WHAT YOU HAVE TO DO — Among the entries below, please repeat exactly and only the lines from the line containing "until = time.perf_counter()" to the line containing "return math.nan", both lines included.

Segment Start: DATASET EXTRACT

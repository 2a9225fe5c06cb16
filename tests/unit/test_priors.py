"""Priors against scipy.stats, the general-purpose reference."""

from __future__ import annotations

import math

import numpy as np
import pytest
from hypothesis import given
from hypothesis import strategies as st
from pydantic import ValidationError
from scipy import stats
from scipy.integrate import quad

from scanfit.priors import PRIORS, Fixed, LogNormal, LogUniform, Normal, Prior, TruncatedNormal, Uniform

CASES = [
    (Uniform(low=-2.0, high=5.0), stats.uniform(-2.0, 7.0)),
    (LogUniform(low=1e-3, high=40.0), stats.loguniform(1e-3, 40.0)),
    (Normal(mean=1.5, sigma=0.2), stats.norm(1.5, 0.2)),
    (TruncatedNormal(mean=0.0, sigma=1.0, low=-1.0, high=2.5), stats.truncnorm(-1.0, 2.5)),
    (TruncatedNormal(mean=0.0, sigma=1.0, low=8.0, high=9.0), stats.truncnorm(8.0, 9.0)),
    (LogNormal(centre=0.4, factor=1.35), stats.lognorm(math.log(1.35), scale=0.4)),
]
NAMES = ["uniform", "log-uniform", "normal", "truncated", "truncated far in the tail", "log-normal"]


@pytest.mark.parametrize(("prior", "reference"), CASES, ids=NAMES)
def test_agrees_with_scipy(prior: Prior, reference: stats.rv_continuous) -> None:
    unit = np.linspace(0.001, 0.999, 101)
    value = prior.from_unit(unit)
    np.testing.assert_allclose(value, reference.ppf(unit), rtol=1e-9)
    np.testing.assert_allclose(prior.to_unit(value), unit, rtol=1e-7)
    np.testing.assert_allclose([prior.log_density(v) for v in value], reference.logpdf(value), atol=1e-9)


@pytest.mark.parametrize(("prior", "reference"), CASES, ids=NAMES)
def test_density_is_normalised_and_vanishes_outside(prior: Prior, reference: stats.rv_continuous) -> None:
    low, high = reference.ppf([1e-10, 1.0 - 1e-10])
    mass, _ = quad(lambda x: math.exp(prior.log_density(x)), low, high, limit=200)
    assert mass == pytest.approx(1.0, abs=1e-6)
    below, above = prior.support
    assert not math.isfinite(below) or prior.log_density(below - 1e-6) == -math.inf
    assert not math.isfinite(above) or prior.log_density(above + 1e-6) == -math.inf


@pytest.mark.parametrize(("prior", "reference"), CASES, ids=NAMES)
def test_faces_of_the_cube_are_finite_and_inside(prior: Prior, reference: stats.rv_continuous) -> None:
    faces = prior.from_unit(np.array([0.0, 1.0]))
    assert np.isfinite(faces).all()
    assert all(prior.log_density(float(value)) > -math.inf for value in faces)


@pytest.mark.parametrize(("prior", "reference"), CASES, ids=NAMES)
@given(unit=st.lists(st.floats(0.0, 1.0), min_size=1, max_size=40), stride=st.integers(1, 3))
def test_a_point_has_the_same_bytes_in_any_batch(
    prior: Prior, reference: stats.rv_continuous, unit: list[float], stride: int
) -> None:
    together = prior.from_unit(np.array(unit))
    alone = np.array([prior.from_unit(np.array([u]))[0] for u in unit])
    assert together.tobytes() == alone.tobytes()


def test_fixed_takes_its_value_and_no_density() -> None:
    prior = Fixed(value=3.0)
    assert prior.from_unit(np.array([0.1, 0.9])).tolist() == [3.0, 3.0]
    assert prior.log_density(3.0) == 0.0
    assert prior.log_density(3.1) == -math.inf
    assert prior.median == 3.0


def test_run_file_names_lead_to_their_classes() -> None:
    for name, kind in PRIORS.items():
        assert kind.model_fields["prior"].default == name


@pytest.mark.parametrize(
    "table",
    [
        {"prior": "uniform", "from": 2.0, "to": 1.0},
        {"prior": "uniform", "from": 1.0, "to": 1.0},
        {"prior": "log-uniform", "from": 0.0, "to": 1.0},
        {"prior": "normal", "mean": 0.0, "sigma": -1.0},
        {"prior": "normal", "mean": float("nan"), "sigma": 1.0},
        {"prior": "log-normal", "median": 0.4, "factor": 1.0},
        {"prior": "log-normal", "median": -0.4, "factor": 2.0},
        {"prior": "uniform", "from": 1.0},
    ],
)
def test_impossible_priors_are_refused(table: dict[str, object]) -> None:
    with pytest.raises(ValidationError):
        PRIORS[str(table["prior"])].model_validate(table)
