"""A model and terms without physics, as a user would bring them: for tests of the engine."""

from __future__ import annotations

import math
import os
import signal
import time
from collections.abc import Mapping
from dataclasses import dataclass
from pathlib import Path

from scanfit.contracts import BuildContext, Model, Observable, Quantity, Term
from scanfit.errors import MissingPrediction, PointError
from scanfit.priors import Normal
from scanfit.space import Parameter
from scanfit.validation import Options


@dataclass(frozen=True)
class Place:
    x: float
    y: float

    def derived(self) -> dict[str, float]:
        return {"radius": math.hypot(self.x, self.y)}

    def flags(self) -> dict[str, bool]:
        return {"far": math.hypot(self.x, self.y) > 1.0}


class Plane(Model[Place]):
    class Options(Options):
        hole: float = 0.0

    name = "plane"
    summary = "two coordinates"
    parameters = (Parameter("x", "m"), Parameter("y", "m"))
    quantities = (Quantity("radius", "m", "r"),)
    flag_names = {"far": "further than one from the origin"}

    def __init__(self, options: Plane.Options, context: BuildContext) -> None:
        self.hole = options.hole

    def predict(self, values: Mapping[str, float]) -> Place:
        if math.hypot(values["x"], values["y"]) < self.hole:
            raise PointError("inside the hole")
        return Place(values["x"], values["y"])


class Bump(Term[Place]):
    """Correlated Gaussian, normalised in the plane, with a nuisance that shifts x."""

    class Options(Options):
        sigma: float = 0.1
        correlation: float = 0.0
        milliseconds: float = 0.0
        data: str | None = None

    name = "bump"
    summary = "a Gaussian bump"

    def __init__(self, options: Bump.Options, context: BuildContext) -> None:
        self.options = options
        self.nuisances = (Parameter("shift", "m", prior=Normal(mean=0.0, sigma=0.05), kind="nuisance"),)
        self.caveats = ("invented",)
        self.data_files: tuple[Path, ...] = () if options.data is None else (context.folder / options.data,)

    def loglike(self, prediction: Place, values: Mapping[str, float]) -> float:
        if self.options.milliseconds:
            until = time.perf_counter() + 1e-3 * self.options.milliseconds
            while time.perf_counter() < until:
                pass
        rho, sigma = self.options.correlation, self.options.sigma
        u, v = (prediction.x - values["shift"]) / sigma, prediction.y / sigma
        square = (u * u - 2.0 * rho * u * v + v * v) / (1.0 - rho * rho)
        return -0.5 * square - math.log(2.0 * math.pi * sigma * sigma * math.sqrt(1.0 - rho * rho))

    def explain(self, prediction: Place, values: Mapping[str, float]) -> tuple[Observable, ...]:
        return (Observable("x", prediction.x, 0.0, self.options.sigma, unit="m"),)


class Trouble(Term[Place]):
    """Fails in the way asked for wherever x > `above`."""

    class Options(Options):
        how: str
        above: float = 0.5

    name = "trouble"
    cost = 0.1

    def __init__(self, options: Trouble.Options, context: BuildContext) -> None:
        self.options = options

    def loglike(self, prediction: Place, values: Mapping[str, float]) -> float:
        if prediction.x <= self.options.above:
            return 0.0
        match self.options.how:
            case "nan":
                return math.nan
            case "infinity":
                return math.inf
            case "raise":
                raise ZeroDivisionError("one over nothing")
            case "missing":
                raise MissingPrediction("a third coordinate")
            case "hang":
                time.sleep(3600.0)
            case "die":
                os.kill(os.getpid(), signal.SIGKILL)
        return -math.inf
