"""Examples of failures: few for each reason, none twice, none lost to a crash."""

from __future__ import annotations

import json
import math
from pathlib import Path

from scanfit.store.failures import EXAMPLES_PER_REASON, FailureLog


def test_few_examples_are_kept_for_each_reason_and_numbers_do_not_make_a_reason(tmp_path: Path) -> None:
    log = FailureLog(tmp_path / "failures.jsonl")
    assert log.latest() is None
    for number in range(100):
        log.add({"mass": float(number)}, "terms.relic", f"no freeze-out at {number}.5e-3 GeV")
    log.add({"mass": 1.0}, "model", "no freeze-out at 3 GeV")
    assert len(log.entries) == EXAMPLES_PER_REASON + 1
    assert log.latest() == "model: no freeze-out at 3 GeV"
    assert log.entries[0] == {
        "culprit": "terms.relic",
        "message": "no freeze-out at 0.5e-3 GeV",
        "values": {"mass": 0.0},
    }


def test_a_second_session_goes_on_where_the_first_ended(tmp_path: Path) -> None:
    path = tmp_path / "failures.jsonl"
    FailureLog(path).add({"mass": 1.0}, "model", "bad")
    whole = path.read_bytes()
    path.write_bytes(whole + b'{"culprit": "mod')  # the process died here
    log = FailureLog(path)
    assert path.read_bytes() == whole
    log.add({"mass": 1.0}, "model", "bad")  # evaluated again after the crash
    log.add({"mass": 2.0}, "model", "bad")
    assert [entry["values"]["mass"] for entry in map(json.loads, path.read_text().splitlines())] == [1.0, 2.0]
    assert FailureLog(path).entries == log.entries


def test_numbers_that_json_lacks_are_written_in_words(tmp_path: Path) -> None:
    log = FailureLog(tmp_path / "failures.jsonl")
    log.add({"mass": math.nan}, "model", "not a mass")
    assert json.loads(log.path.read_text())["values"] == {"mass": "nan"}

Segment End: DATASET EXTRACT

THE COMPLETED TASK —
            until = time.perf_counter() + 1e-3 * self.options.milliseconds
            while time.perf_counter() < until:
                pass
        rho, sigma = self.options.correlation, self.options.sigma
        u, v = (prediction.x - values["shift"]) / sigma, prediction.y / sigma
        square = (u * u - 2.0 * rho * u * v + v * v) / (1.0 - rho * rho)
        return -0.5 * square - math.log(2.0 * math.pi * sigma * sigma * math.sqrt(1.0 - rho * rho))

    def explain(self, prediction: Place, values: Mapping[str, float]) -> tuple[Observable, ...]:
        return (Observable("x", prediction.x, 0.0, self.options.sigma, unit="m"),)


class Trouble(Term[Place]):
    """Fails in the way asked for wherever x > `above`."""

    class Options(Options):
        how: str
        above: float = 0.5

    name = "trouble"
    cost = 0.1

    def __init__(self, options: Trouble.Options, context: BuildContext) -> None:
        self.options = options

    def loglike(self, prediction: Place, values: Mapping[str, float]) -> float:
        if prediction.x <= self.options.above:
            return 0.0
        match self.options.how:
            case "nan":
                return math.nan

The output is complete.